DPMD Poles Kemampuan Pengelolaan Keuangan 43 BUMDes
MERANTI - Dinas Pemberdayaan Masyarakat Desa (DPMD) Kabupaten Kepulauan Meranti, menggelar bimbingan teknis terhadap Badan Usaha Milik Desa (BUMDes) yang tersebar di berbagai kecamatan.
Helat bimbingan teknis tersebut rampung dilaksanakan Selasa (26/02/2019), di Hall AK Hotel, Selatpanjang, Kepulauan Meranti. Berlangsung selama tiga hari, perwakilan 43 BUMDes dipoles dalam menyusun laporan keuangan yang baik dan benar.
"Tiga hari berturut turut dilaksanakan. Ini hari terakhir Bimtek yang dilaksanakan kepada 96 orang perwakilan 43 BUMDes yang tersebar di Kepulauan Meranti," ungkap Kepala Bidang Pengembangan Usaha Ekonomi Desa (PUED) Dinas PMD Kepulauan Meranti, Sabarudin, S.Sos
Diungkapkannya, dari 96 desa yang tersebar di Kabupaten Kepulauan Meranti, baru 43 desa yang sudah memiliki BUMDes. Namun dari total tersebut, hanya beberapa persen saja yang dinilai mampu mengelola keuangannya dengan baik dan benar.
"Tidak kurang 10 BUMDes saja yang dinilai berhasil. Hal itu terbentur oleh minimnya pemahaman SDM BUMDes untuk mengelola managemen keuangan yang baik dan benar, sesuai dengan aturan yang berlaku," ungkapnya.
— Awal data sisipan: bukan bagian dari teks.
@dataclass(frozen=True)
class Comparison:
    """What changed from one verdict to another.

    Attributes
    ----------
    status : tuple of str
        Worst check status (before, after): ``Verdict.status``.
    gate : tuple of str
        The gate's outcome sentence (before, after): which candidates the data are fit for, or
        why the gate fails (``Verdict.gate.outcome``; empty without a gate).
    statuses : dict
        Check -> (before, after) for every check of either verdict.
    changed : dict
        The checks whose status changed.
    recommendation : tuple of str
        Recommended model (before, after).
    figures : dict
        Key figure name -> (before, after), numbers or None, for those that differ.
    accuracy : dict
        Candidate model -> (predicted accuracy before, after), where either verdict scored it.
    features_removed, features_added : list of str
    classes_before, classes_after : list
    changes : list of dict
        The what-if changes recorded in the second verdict (empty when it is not a what-if).
    """

    status: tuple[str, str]
    gate: tuple[str, str]
    statuses: dict[str, tuple[str, str]]
    changed: dict[str, tuple[str, str]]
    recommendation: tuple[str, str]
    figures: dict[str, tuple[Any, Any]]
    accuracy: dict[str, tuple[Any, Any]]
    features_removed: list[str] = field(default_factory=list)
    features_added: list[str] = field(default_factory=list)
    classes_before: list[Any] = field(default_factory=list)
    classes_after: list[Any] = field(default_factory=list)
    changes: list[dict[str, Any]] = field(default_factory=list)

    def to_dict(self) -> dict[str, Any]:
        out: dict[str, Any] = plain(
            {
                "status": {"before": self.status[0], "after": self.status[1]},
                "gate": {"before": self.gate[0], "after": self.gate[1]},
                "statuses": {k: {"before": a, "after": b} for k, (a, b) in self.statuses.items()},
                "changed": {k: {"before": a, "after": b} for k, (a, b) in self.changed.items()},
                "recommendation": {"before": self.recommendation[0], "after": self.recommendation[1]},
                "figures": {k: {"before": a, "after": b} for k, (a, b) in self.figures.items()},
                "accuracy": {k: {"before": a, "after": b} for k, (a, b) in self.accuracy.items()},
                "features_removed": self.features_removed,
                "features_added": self.features_added,
                "classes_before": self.classes_before,
                "classes_after": self.classes_after,
                "changes": self.changes,
            }
        )
        return out

    def lines(self) -> list[str]:
        """The comparison as short sentences, most important first."""
        g0, g1 = self.status
        out = [
            f"Worst check status: {g0.upper()} -> {g1.upper()}"
            if g0 != g1
            else f"Worst check status unchanged: {g0.upper()}"
        ]
        o0, o1 = self.gate
        if o0 != o1:
            out += [f"Gate before: {o0}", f"Gate after: {o1}"]
        elif o0:
            out.append(f"Gate unchanged: {o0}")
        a, b = self.recommendation
        out.append(f"Recommendation: {a} -> {b}" if a != b else f"Recommendation unchanged: {a}")
        for k, (x, y) in self.changed.items():
            out.append(f"{k}: {x.upper()} -> {y.upper()}")
        if not self.changed:
            out.append("No check changes status.")
        for k, (x, y) in self.figures.items():
            out.append(f"{k}: {_show(x)} -> {_show(y)}")
        for k, (x, y) in self.accuracy.items():
            out.append(f"predicted accuracy of {k}: {_pct(x)} -> {_pct(y)}")
        if self.features_removed:
            out.append("features removed: " + names(self.features_removed, 8))
        if self.classes_before != self.classes_after:
            out.append(
                f"classes: {names([str(c) for c in self.classes_before], 8)} -> {names([str(c) for c in self.classes_after], 8)}"
            )
        return out

    def __str__(self) -> str:
        return "\n".join(self.lines())
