/// Update the user's file at `path`: read it (refusing if it is not `expected_sha256`, when the
/// caller read it earlier), make the new text with `edit`, check it with `parse` (given the
/// new text's origin), then write it atomically, refusing if the file changed on disk since it
/// was read. What `parse` returns is the result.
///
/// # Errors
/// [`WriteError`]; the file is untouched on every error.
pub fn update_file<T>(
    path: &Path,
    expected_sha256: Option<&str>,
    edit: impl FnOnce(&str) -> Result<String, WriteError>,
    parse: impl FnOnce(Origin, &str) -> Result<T, Diagnostics>,
) -> Result<T, WriteError> {
    let bytes = std::fs::read(path).map_err(io(path))?;
    let read_sha = sha256_hex(&bytes);
    if let Some(expected) = expected_sha256 {
        if expected != read_sha {
            return Err(WriteError::Conflict {
                path: path.to_path_buf(),
                expected: expected.to_string(),
                found: read_sha,
            });
        }
    }
    let text = String::from_utf8(bytes).map_err(|e| WriteError::Structure {
        path: path.to_path_buf(),
        message: format!("not UTF-8 text: {e}"),
    })?;
    let new_text = edit(&text)?;
    let origin = Origin {
        display: path.display().to_string(),
        path: Some(path.to_path_buf()),
        sha256: sha256_hex(new_text.as_bytes()),
    };
    let parsed = parse(origin, &new_text).map_err(WriteError::Invalid)?;
    atomic_write(path, new_text.as_bytes(), Some(&read_sha))?;
    Ok(parsed)
}

/// Append observations to the pair file at `path`: validate the new text against `materials`,
/// then write atomically, refusing if the file changed since it was read (or since
/// `expected_sha256`, when the caller read it earlier).
///
/// # Errors
/// [`WriteError`]; the file is untouched on every error.
pub fn append_observations(
    path: &Path,
    entries: &[ObservationEntry],
    materials: &BTreeMap<String, MaterialRecord>,
    expected_sha256: Option<&str>,
) -> Result<PairWindow, WriteError> {
    update_file(
        path,
        expected_sha256,
        |text| append_observation_text(path, text, entries),
        |origin, text| parse_pair_file(origin, text, materials).map(|(_, w)| w),
    )
}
Atas digelarnya helat tersebut diharapkan bisa memberikan pemahaman terhadap pengelola BUMDes agar paham dengan aturan. Seperti yang tertuang dalam Permendagri Nomor 20 tahun 2018 tentang pemgelolaan keuangan desa.
"Dan turunannya diikuti oleh peraturan bupati. Namun di sana tidak diatur secara spesifik, makanya kita berikan bekal pemahaman agar mereka paham menyusun laporan keuangan sesuai dengan aturan yang berlaku," ungkapnya.
Bupati Kepulauan Meranti Drs. H. Irwan M.Si, memberikan apresiasi terhadap digelarnya Bimtek tersebut. Menurutnya dalam menyusun dan mengelolaa keuangan BUMDes mesti dilakukan oleh SDM yang paham tentang itu.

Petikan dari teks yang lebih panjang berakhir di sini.